■ **Supplied data**:
=== Section Start ===

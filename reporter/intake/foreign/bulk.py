"""Long tables by column: which rows are surely readings, and what each different cell holds, looked at once.

What a row is, and what a cell holds, is said by `sort` and `wording`; here it is only said of many at a time.
Rows that are anything but ordinary are left to them.
"""

from __future__ import annotations

import re
from collections.abc import Iterable, Mapping, Sequence
from dataclasses import dataclass

import numpy as np

from reporter.intake.dates import Fault
from reporter.intake.foreign.lines import PlainRows
from reporter.intake.foreign.moments import Stamps, stamps_of
from reporter.intake.foreign.numbers import NumberStyle
from reporter.intake.foreign.sort import usual_length
from reporter.intake.foreign.tables import Table, blank
from reporter.intake.foreign.wording import read_cell
from reporter.intake.foreign.words import is_foot
from reporter.intake.readings import most_of
from reporter.intake.sheets import reading_words, sentinels
from reporter.intake.table import Raw
from reporter.logged import CODE, Codes, Counts, Floats, ReadingKind, Where, objects

#: Tables of fewer rows are read row by row.
LONG = 2_000
_PLAIN = {mark: re.compile(rf"[+\-]?\d{{1,15}}(?:{re.escape(mark)}\d{{1,15}})?") for mark in ".,"}


@dataclass(frozen=True, slots=True)
class Coded:
    """The cells of a column: each different one once, and for each row the position of its own."""

    distinct: list[Raw]
    codes: Counts

    @classmethod
    def of(cls, cells: Sequence[Raw]) -> Coded:
        """The same of cells, none of which is yes or no (these equal one and nought)."""
        if set(map(type, cells)) == {float}:
            each, codes = np.unique(np.array(cells, dtype=np.float64), return_inverse=True)
            return cls(each.tolist(), codes)
        found = {cell: code for code, cell in enumerate(dict.fromkeys(cells))}
        return cls(list(found), np.fromiter(map(found.__getitem__, cells), np.int64, len(cells)))

    def cells(self) -> list[Raw]:
        """The cells as they stand."""
        return [self.distinct[code] for code in self.codes.tolist()]

    def where(self, marked: Sequence[bool]) -> Where:
        """The rows whose cell is marked."""
        return np.array(marked, dtype=bool)[self.codes] if len(marked) else np.zeros(0, dtype=bool)


@dataclass(frozen=True, slots=True)
class Ordinary:
    """Rows that are surely readings: their positions, their stamps by column of times, their cells by column."""

    rows: Counts
    stamps: tuple[Stamps, ...]
    cells: Mapping[int, Coded]

    def take(self, where: Where) -> Ordinary:
        """Some of the rows."""
        stamps = tuple(Stamps(s.day[where], s.clock[where], s.offset[where], s.read[where]) for s in self.stamps)
        cells = {column: Coded(own.distinct, own.codes[where]) for column, own in self.cells.items()}
        return Ordinary(self.rows[where], stamps, cells)


def ordinary_rows(
    table: Table, times: Sequence[int], readings: Sequence[int], order: str, *, usual: int, cut_off: bool = False
) -> Ordinary:
    """The rows of a table that are surely readings: a time that can be read, and no word where a number may be.

    Parameters
    ----------
    table
        The table.
    times, readings
        Columns of the page.
    order
        How dates are written.
    usual
        The number of cells of a row, 0 where no cell can shift.
    cut_off
        Whether the file ends without the end of its line: its last row is then no ordinary one.
    """
    page = table.page
    rows = np.arange(table.first, table.last)
    if cut_off:
        rows = rows[rows != len(page.rows) - 1]
    if usual:
        rows = rows[np.array(page.widths(table.first, table.last), dtype=np.int64)[rows - table.first] == usual]
    rows, cells, lanes = _cells(table, rows, readings)
    stamps = tuple(stamps_of(cells[column], order) for column in times)
    filled = np.zeros(len(rows), dtype=np.int64)
    for own in lanes.values():
        filled += ~own.where([blank(cell) for cell in own.distinct])
    several = (filled != 1) | (len(readings) <= 1)
    read = np.logical_and.reduce([s.read for s in stamps])
    texts = (cells[column] if column in cells else lanes[column].cells() for column in table.columns)
    return Ordinary(rows, stamps, lanes).take(read & several & ~_foot(texts, len(rows)))


def rows_known(table: Table, times: Sequence[int], readings: Sequence[int], order: str) -> list[int]:
    """The rows of a long table that are surely readings; none of a short one."""
    if table.last - table.first < LONG:
        return []
    known = ordinary_rows(table, times, readings, order, usual=usual_length(table))
    return list(known.rows.tolist())


def _cells(
    table: Table, rows: Counts, readings: Sequence[int]
) -> tuple[Counts, dict[int, list[Raw]], dict[int, Coded]]:
    """The rows that hold plain cells alone, their cells by column, and those of the readings coded."""
    page, where = table.page, rows.tolist()
    if isinstance(page.rows, PlainRows) and where and (coded := page.rows.coded(readings, where)) is not None:
        others = [column for column in table.columns if column not in readings]
        lanes = {column: Coded(list(own), codes) for column, (own, codes) in zip(readings, coded, strict=True)}
        return rows, dict(zip(others, page.columns(others, where), strict=True)), lanes
    cells = dict(zip(table.columns, page.columns(table.columns, where), strict=True))
    if not isinstance(page.rows, PlainRows) and not (sound := _sound(cells, rows)).all():
        rows = rows[sound]
        cells = {column: [own[i] for i in np.flatnonzero(sound).tolist()] for column, own in cells.items()}
    return rows, cells, {column: Coded.of(cells[column]) for column in readings}


def _sound(cells: Mapping[int, Sequence[Raw]], rows: Counts) -> Where:
    """Where no cell is a yes or no, and none holds further lines."""
    sound = np.ones(len(rows), dtype=bool)
    for own in cells.values():
        types = set(map(type, own))
        if bool in types:
            sound &= np.array([not isinstance(cell, bool) for cell in own], dtype=bool)
        if str in types:
            sound &= np.array([not isinstance(cell, str) or "\n" not in cell for cell in own], dtype=bool)
    return sound


def _foot(columns: Iterable[Sequence[Raw]], size: int) -> Where:
    """Where the first filled cell of a row is the first word of an average or the like."""
    foot, open_ = np.zeros(size, dtype=bool), np.ones(size, dtype=bool)
    for own in columns:
        where = np.flatnonzero(open_).tolist()
        some = own if len(where) == size else [own[i] for i in where]
        if all(isinstance(cell, str) and cell[:1].isdigit() for cell in some):
            break
        coded = Coded.of(some)
        foot[where] |= coded.where([_is_foot(cell) for cell in coded.distinct])
        open_[where] &= coded.where([blank(cell) for cell in coded.distinct])
    return foot


def _is_foot(cell: Raw) -> bool:
    """Whether a cell is a word of the foot; none of them begins with a digit."""
    return isinstance(cell, str) and not cell[:1].isdigit() and any(map(str.isalpha, cell)) and is_foot(cell)


@dataclass(frozen=True, slots=True)
class Held:
    """What each different cell of a column holds; `faults` are those that cannot be read, by their position."""

    values: Floats
    kinds: Codes
    texts: Where
    faults: Mapping[int, Fault]


def held(distinct: Sequence[Raw], unit: str, style: NumberStyle, words: Mapping[str, str]) -> Held:
    """What different cells hold, as `read_cell` says; plain numbers without asking it."""
    values, plain = _plain_numbers(distinct, unit, style, words)
    kinds = np.full(len(distinct), CODE[ReadingKind.NUMBER], dtype=np.uint8)
    texts = objects([cell if isinstance(cell, str) else None for cell in distinct])
    faults: dict[int, Fault] = {}
    for code in np.flatnonzero(~plain).tolist():
        read = read_cell(distinct[code], unit, style, words)
        if isinstance(read, Fault):
            faults[code] = read
            values[code], kinds[code], texts[code] = np.nan, CODE[ReadingKind.ERROR], str(distinct[code])
        else:
            values[code] = np.nan if read.value is None else read.value
            kinds[code], texts[code] = CODE[read.kind], read.text
    return Held(values, kinds, texts, faults)


def _plain_numbers(
    distinct: Sequence[Raw], unit: str, style: NumberStyle, words: Mapping[str, str]
) -> tuple[Floats, Where]:
    """The numbers among some cells, and which cells are numbers that mean nothing but themselves."""
    pattern, known = _PLAIN[style.decimal], words.keys() | reading_words().keys()
    values, comma = np.full(len(distinct), np.nan), style.decimal == ","
    for code, cell in enumerate(distinct):
        if type(cell) is float:
            values[code] = cell
        elif type(cell) is str and pattern.fullmatch(cell) and cell not in known:
            values[code] = float(cell.replace(",", ".") if comma else cell)
    doubtful = [*sentinels(), *(number for word in words if (number := _number(word)) is not None)]
    return values, (np.abs(values) <= most_of(unit)) & ~np.isin(values, doubtful)


def _number(word: str) -> float | None:
    try:
        return float(word)
    except ValueError:
        return None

=== Section End ===

Only lines holding the string "first" are wanted; gather each one from the entries above.

    rows = np.arange(table.first, table.last)
        rows = rows[np.array(page.widths(table.first, table.last), dtype=np.int64)[rows - table.first] == usual]
    if table.last - table.first < LONG:
    """Where the first filled cell of a row is the first word of an average or the like."""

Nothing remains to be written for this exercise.